We can’t know the true benefit of the Super Bowl unless we know its cost

“Minnesota Super Bowl adds $400 million to economy”

So said a headline in the Grand Forks Herald yesterday. As MPR News reports

Organizers of Super Bowl 52 say the game and its visitors netted the region $370 million in local spending during the run up to the Feb. 4 game in Minneapolis between the Eagles and Patriots.

A report released Tuesday estimated $450 million in local spending during the game — minus the money that visitors to Minnesota would have spent without a Super Bowl — brought in $370 million in new spending. Experts hired by the Super Bowl Host Committee say that money circulated through the local economy for an estimated impact of $400 million.

Sounds great, doesn’t it? Well, a couple of things.

First, is this extra money for Minnesota? MPR News quotes College of the Holy Cross economist Victor Matheson who points out that

The sale of an Eagles jersey, he contends, is mostly profit to the NFL and the manufacturer, with some retail markup.

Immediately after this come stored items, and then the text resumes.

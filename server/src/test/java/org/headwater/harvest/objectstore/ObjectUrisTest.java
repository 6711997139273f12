package org.headwater.harvest.objectstore;

import static org.assertj.core.api.Assertions.assertThat;
import static org.headwater.testing.DatasetLookup.columns;
import static org.headwater.testing.DatasetLookup.dataset;

import java.net.URI;
import java.nio.charset.StandardCharsets;
import java.nio.file.Path;
import java.util.List;
import java.util.Map;
import org.headwater.Catalog;
import org.headwater.harvest.HarvestProgress;
import org.headwater.harvest.config.DatabaseHarvests;
import org.headwater.harvest.config.SourceRunner;
import org.headwater.harvest.config.SourcesConfig;
import org.headwater.testing.S3TestServer;
import org.headwater.testing.TestCatalogs;
import org.junit.jupiter.api.Test;
import org.junit.jupiter.api.io.TempDir;

/** Object URIs name the store as well as the bucket, so buckets of the same name on two stores stay apart. */
class ObjectUrisTest {
    @TempDir
    Path temp;

    @Test
    void twoStoresWithABucketOfTheSameNameGiveTwoDatasets() throws Exception {
        try (S3TestServer east = S3TestServer.start(); S3TestServer west = S3TestServer.start();
                Catalog catalog = TestCatalogs.fresh(temp.resolve("catalog"))) {
            for (S3TestServer s : List.of(east, west)) {
                s.createBucket("shore-log");
            }
            east.put("shore-log", "counts.csv", "beach,gulls\nA,12\n".getBytes(StandardCharsets.UTF_8));
            west.put("shore-log", "counts.csv", "beach,terns,plovers\nB,3,1\n".getBytes(StandardCharsets.UTF_8));
            SourcesConfig config = SourcesConfig.parse("sources:\n" + source("east", east) + source("west", west),
                    null, "test");
            var env = Map.of("KEY", S3TestServer.ACCESS_KEY, "SECRET", S3TestServer.SECRET_KEY);
            var outcomes = new SourceRunner(catalog, DatabaseHarvests.NONE, env::get).run(config, null, false,
                    s -> HarvestProgress.NONE);
            assertThat(outcomes).extracting(SourceRunner.Outcome::status).containsExactly("ok", "ok");

            // expected: Amazon S3 User Guide, "path-style requests": http://endpoint/bucket/key addresses one object.
            var a = dataset(catalog, east.endpoint() + "/shore-log/counts.csv");
            var b = dataset(catalog, west.endpoint() + "/shore-log/counts.csv");
            assertThat(a.id()).isNotEqualTo(b.id());
            assertThat(columns(a)).containsExactly("beach text", "gulls integer");
            assertThat(columns(b)).containsExactly("beach text", "terns integer", "plovers integer");
            assertThat(a.source()).isEqualTo("east");
            assertThat(b.source()).isEqualTo("west");
        }
    }

    @Test
    void onAwsItselfTheUriIsTheS3Form() {
        // common practice, no source: s3://bucket/key is how tools name an object on AWS S3.
        assertThat(ObjectStoreSettings.ofUrl("s3://shore-log/raw/").objectUri("raw/counts.csv"))
                .isEqualTo("s3://shore-log/raw/counts.csv");
        assertThat(ObjectStoreSettings.ofUrl("s3://shore-log/raw/")
                .withEndpoint(URI.create("https://store.example.test:9443/base/"), true).objectUri("raw/a b.csv"))
                .isEqualTo("https://store.example.test:9443/base/shore-log/raw/a%20b.csv");
    }

    private static String source(String name, S3TestServer server) {
        return "  - name: " + name + "\n    kind: s3\n    url: s3://shore-log/\n    endpoint: " + server.endpoint()
                + "\n    path-style: true\n    access-key-env: KEY\n    secret-key-env: SECRET\n";
    }
}
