//! `hubwatch priority`: the ranked follow-up list, as text or JSON.

use crate::cli::{emit, to_json, workspace_states, LoadArgs, PriorityArgs};
use crate::error::Result;
use crate::report::{priority, Parts, Report};

/// Print the first `top` people of the list (0: all).
pub fn run(load: &LoadArgs, rank: &PriorityArgs, top: usize, as_json: bool) -> Result<()> {
    let d = load.load()?;
    let mut parts = ranking_parts(load, rank, None)?;
    if let Some(req) = parts.rank.as_mut() {
        // Only the shown people are ordered; the counts still cover everyone.
        req.top = (top > 0).then_some(top);
    }
    let r = Report::build(d, parts)?;
    let list = r.list.as_ref().expect("ranking asked for");
    emit(&if as_json {
        to_json(&priority::priority_json(&r.d, list, top))?
    } else {
        priority::priority_text(&r.d, list, top)
    })
}

/// The parts of a report that ranks: statistics without the null model, the ranking request,
/// and the workspace's states.
pub fn ranking_parts(
    load: &LoadArgs,
    rank: &PriorityArgs,
    workspace: Option<&std::path::Path>,
) -> Result<Parts> {
    Ok(Parts {
        metrics: crate::analysis::stats::MetricOptions {
            null_replicates: 0,
            ..Default::default()
        },
        rank: Some(rank.request()),
        plan: None,
        states: workspace_states(&load.workspace(workspace))?,
    })
}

And since Minnesota nixed a tax on sports memorabilia in the stadium finance debate and doesn’t tax clothing, local and state coffers wouldn’t net much.

Even hotel revenue mostly goes to out-of-state chains. “Spending does not equal income,” Matheson said in an email, after reviewing the Rockport report.

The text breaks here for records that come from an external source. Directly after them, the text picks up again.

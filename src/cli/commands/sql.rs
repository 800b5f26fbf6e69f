//! `hubwatch sql`: print the SQL that makes the aggregate tables in DuckDB or Spark.

use crate::cli::args::SqlArgs;
use crate::cli::{emit, LoadArgs};
use crate::error::Result;
use crate::ingest::sql::{self, Dialect, SqlRequest, TableSpec};

/// Print the script.
pub fn run(load: &LoadArgs, a: &SqlArgs) -> Result<()> {
    let config = load.config()?;
    let opts = load.options(false)?;
    let table = |name: &str, columns: &[String]| TableSpec {
        name: name.to_string(),
        columns: (!columns.is_empty()).then(|| columns.to_vec()),
    };
    let req = SqlRequest {
        dialect: Dialect::parse(&a.dialect)?,
        exposures: table(&a.exposures, &a.exposures_columns),
        people: a.people.as_deref().map(|p| table(p, &a.people_columns)),
        row_order: a.row_order.clone(),
        overrides: opts.overrides,
        as_of: opts.as_of,
        view: opts.view,
        parquet_dir: a.parquet.clone(),
    };
    emit(&sql::generate(&req, &config)?)
}
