//! `hubwatch figures`: the report's figures as SVG and/or PNG files in a folder, each written
//! privately and atomically by the one writer. [`report_and_figures`] also serves `brief`.

use crate::analysis::planning::{PlanOptions, Strategy};
use crate::cli::args::{FigureArgs, FigureFormat, FiguresArgs};
use crate::cli::commands::priority::ranking_parts;
use crate::cli::emit;
use crate::error::{Error, Result};
use crate::export;
use crate::report::figures::{self, Figure};
use crate::report::meta::{input_hashes, input_paths};
use crate::report::Report;

/// Load, compute the report (statistics, list and outlook) and its figures, the inputs'
/// checksums read beside the statistics; returns them with the checksums (in ledger order).
pub fn report_and_figures(a: &FigureArgs) -> Result<(Report, Vec<Figure>, Vec<Option<String>>)> {
    if let Some(t) = a.transmissibility {
        if !(0.0..=1.0).contains(&t) {
            return Err(Error::Usage(format!(
                "--transmissibility {t}: T is a probability, give a value from 0 to 1"
            )));
        }
    }
    // A missing font is said before any work.
    crate::plot::use_font(crate::plot::find_font(a.font.as_deref())?)?;
    let d = a.load.load()?;
    let mut parts = ranking_parts(&a.load, &a.rank, a.workspace.as_deref())?;
    // The null model of r only when asked (its band in the neighbour-degree figure).
    parts.metrics = crate::analysis::stats::MetricOptions {
        null_replicates: a.null_replicates,
        ..Default::default()
    };
    parts.plan = Some(PlanOptions {
        transmissibility: a.transmissibility,
        strategies: Strategy::ALL.to_vec(),
        max_reach: a.max_reach,
        ..Default::default()
    });
    let paths = input_paths(&d);
    let (r, hashes) = std::thread::scope(|sc| {
        let hashing = sc.spawn(|| input_hashes(&paths));
        let r = Report::build(d, parts);
        let hashes = hashing
            .join()
            .unwrap_or_else(|p| std::panic::resume_unwind(p));
        (r, hashes)
    });
    let (r, hashes) = (r?, hashes?);
    let window = r
        .list
        .as_ref()
        .map(|l| (l.window.days, l.window.pathogen.as_str()));
    let caption = figures::caption(&r.d, window, &hashes);
    let windows = r.list.as_ref().map(|l| {
        (
            l.ranked.iter().filter_map(|x| x.window_end).collect(),
            l.window.days,
        )
    });
    let all = figures::all(&r.d, &r.stats, r.plan.as_ref(), windows, &caption);
    Ok((r, all, hashes))
}

/// Compute the report and write its figures.
pub fn run(f: &FiguresArgs) -> Result<()> {
    std::fs::create_dir_all(&f.out).map_err(|e| Error::io(&f.out, e))?;
    let (r, all, hashes) = report_and_figures(&f.from)?;
    let mut files = Vec::new();
    for fig in &all {
        if matches!(f.format, FigureFormat::Svg | FigureFormat::Both) {
            files.push((
                f.out.join(format!("{}.svg", fig.name)),
                crate::plot::svg(fig)?.into_bytes(),
            ));
        }
        if matches!(f.format, FigureFormat::Png | FigureFormat::Both) {
            files.push((
                f.out.join(format!("{}.png", fig.name)),
                crate::plot::png(fig)?,
            ));
        }
    }
    let meta = crate::report::meta::Meta::new(&r.d, "figure data")
        .inputs_hashed(&r.d, &hashes)
        .finish();
    let tables: Vec<_> = f
        .with_data
        .iter()
        .flat_map(|&format| {
            all.iter().map(move |fig| {
                (
                    f.out
                        .join(format!("{}.data.{}", fig.name, format.extension())),
                    figures::data_table(fig),
                    format,
                )
            })
        })
        .collect();
    if !f.force {
        let taken = files
            .iter()
            .map(|(p, _)| p)
            .chain(tables.iter().map(|(p, _, _)| p))
            .find(|p| p.exists());
        if let Some(p) = taken {
            return Err(Error::Usage(format!(
                "{} exists; add --force to replace the figures",
                p.display()
            )));
        }
    }
    let mut text = String::new();
    for (p, bytes) in &files {
        export::write_private(p, bytes)?;
        text.push_str(&format!("wrote {}\n", p.display()));
    }
    for (p, table, format) in &tables {
        export::write(table, &meta, *format, p, true)?;
        text.push_str(&format!("wrote {}\n", p.display()));
    }
    emit(&text)
}
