impl Rules {
    fn is_code(&self, w: &W, v: &str) -> String {
        if self.codes.is_empty() {
            return "FALSE".into();
        }
        let list: Vec<String> = self.codes.iter().map(|c| w.lit(c)).collect();
        format!("coalesce(lower({v}) IN ({}), FALSE)", list.join(", "))
    }

    /// The value unless it is a missing-value code.
    fn value(&self, w: &W, v: &str) -> String {
        format!("CASE WHEN {} THEN NULL ELSE {v} END", self.is_code(w, v))
    }

    /// The comparison key of an ID (lower case when IDs ignore case).
    fn key(&self, v: &str) -> String {
        match self.case_sensitive {
            true => v.to_string(),
            false => format!("lower({v})"),
        }
    }

    /// The state of a date value: NULL (no value), 'ok', or the problem's kind.
    fn date_state(&self, w: &W, v: &str) -> String {
        let shape = w.regex_match(v, "^[0-9]{4}-[0-9]{2}-[0-9]{2}([Tt ]|$)");
        let int = |a: u32, n: u32| format!("TRY_CAST(substr({v}, {a}, {n}) AS INT)");
        let (y, m, d) = (int(1, 4), int(6, 2), int(9, 2));
        let days_in_month = format!(
            "CASE WHEN {m} IN (4, 6, 9, 11) THEN 30 WHEN {m} = 2 THEN \
             (CASE WHEN ({y} % 4 = 0 AND {y} % 100 <> 0) OR {y} % 400 = 0 THEN 29 ELSE 28 END) \
             ELSE 31 END"
        );
        let iso = format!("substr({v}, 1, 10)");
        format!(
            "CASE WHEN {v} IS NULL THEN NULL \
             WHEN NOT {shape} THEN 'unreadable_date' \
             WHEN NOT ({m} BETWEEN 1 AND 12 AND {d} BETWEEN 1 AND ({days_in_month})) THEN 'impossible_date' \
             WHEN {iso} > {as_of} THEN 'future_date' \
             WHEN {iso} < {oldest} THEN 'implausible_date' \
             ELSE 'ok' END",
            as_of = w.lit(&self.as_of),
            oldest = w.lit(&self.oldest),
        )
    }

    /// The state of a minutes value (`x` is the value read as a double).
    fn minutes_state(&self, v: &str, x: &str) -> String {
        let over = if self.max_minutes.is_finite() {
            format!(
                "WHEN {x} > {:?} THEN 'implausible_number' ",
                self.max_minutes
            )
        } else {
            String::new()
        };
        format!(
            "CASE WHEN {v} IS NULL THEN NULL \
             WHEN {x} IS NULL OR isnan({x}) OR {x} > {MAX_DOUBLE} THEN 'unreadable_number' \
             WHEN {x} < 0 THEN 'negative_number' \
             {over}ELSE 'ok' END"
        )
    }
}

/// The SQL script.
pub fn generate(req: &SqlRequest, config: &Config) -> Result<String> {
    if !config.dates.format.is_empty() {
        return Err(Error::Usage(format!(
            "the SQL reads dates in ISO 8601 (YYYY-MM-DD) only; this configuration reads \
             dates as {:?} ([dates] format): convert the dates in the engine first",
            config.dates.format
        )));
    }
    let w = W { d: req.dialect };
    let rules = super::rules(config, req.as_of);
    let r = Rules {
        codes: config
            .input
            .missing_values
            .iter()
            .map(|c| c.trim().to_lowercase())
            .filter(|c| !c.is_empty())
            .collect(),
        as_of: super::dates::iso(req.as_of),
        oldest: super::dates::iso(rules.oldest_day),
        max_minutes: rules.max_minutes,
        case_sensitive: config.ids.case_sensitive,
    };
    let ex = Mapped::new(
        &req.exposures,
        config,
        &req.overrides,
        &EXPOSURE_FIELDS,
        &["source_id", "target_id"],
    )?;
    let people = match &req.people {
        Some(p) => Some((
            p,
            Mapped::new(p, config, &req.overrides, &PEOPLE_FIELDS, &["person_id"])?,
        )),
        None => None,
    };
    let mut s = String::new();
    s.push_str(&header(req, &ex, people.as_ref().map(|p| &p.1)));
    s.push_str(&exposure_rows(&w, &r, req, &ex));
    let attrs = match &people {
        Some((spec, pm)) => {
            let (sql, attrs) = people_rows(&w, &r, req, spec, pm);
            s.push_str(&sql);
            attrs
        }
        None => {
            s.push_str(&w.create(
                "hw_p",
                &format!(
                    "SELECT CAST(NULL AS BIGINT) AS ord, CAST(NULL AS {t}) AS id, CAST(NULL AS {t}) AS key WHERE 1 = 0",
                    t = w.text()
                ),
            ));
            Vec::new()
        }
    };
    s.push_str(&nodes(&w, &attrs));
    s.push_str(&pairs(&w, req));
    s.push_str(&degrees(&w, &attrs));
    s.push_str(&ledger(&w, &attrs, people.is_some()));
    s.push_str(&meta(&w, req, &r, &ex, people.as_ref().map(|p| &p.1)));
    if let Some(dir) = &req.parquet_dir {
        s.push_str(
            "-- The aggregate tables as Parquet, for `hubwatch summary --aggregates DIR`.\n",
        );
        for t in TABLES {
            s.push_str(&w.write(dir, t));
        }
    }
    Ok(s)
}

fn header(req: &SqlRequest, ex: &Mapped, people: Option<&Mapped>) -> String {
    let mapping = |m: &Mapped| {
        m.mapping
            .fields
            .keys()
            .map(|f| format!("{f} = {}", m.header(f).unwrap_or_default()))
            .collect::<Vec<_>>()
            .join(", ")
    };
    let mut h = format!(
        "-- hubwatch aggregate tables, layout {LAYOUT_VERSION}, dialect {}.\n\
         -- Exposures: {} ({}).\n",
        req.dialect.name(),
        req.exposures.name,
        mapping(ex)
    );
    if let (Some(p), Some(pm)) = (&req.people, people) {
        h.push_str(&format!("-- People: {} ({}).\n", p.name, mapping(pm)));
    }
    h.push_str(&format!(
        "-- As of {}; network: {}.\n-- Each statement ends with a semicolon at the end of a line.\n\n",
        super::dates::iso(req.as_of),
        req.view.describe()
    ));
    h
}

Second, what about the cost? As MPR notes, “Gov. Mark Dayton and lawmakers committed $498 million in public money to help pay for a new facility for the Vikings in 2012”. We have to offset these costs against the benefits. As I’ve written before, we have to think of all the extra spending and jobs that would have been generated if that $498 million in taxpayers money had been spent on something else. Or, better yet, if it had been left with the taxpayers who earned it to spend as they thought best.

Nobody likes to be a party pooper, but public policy must take into account what is not seen as well as what is seen.

John Phelan is an economist at the Center of the American Experiment.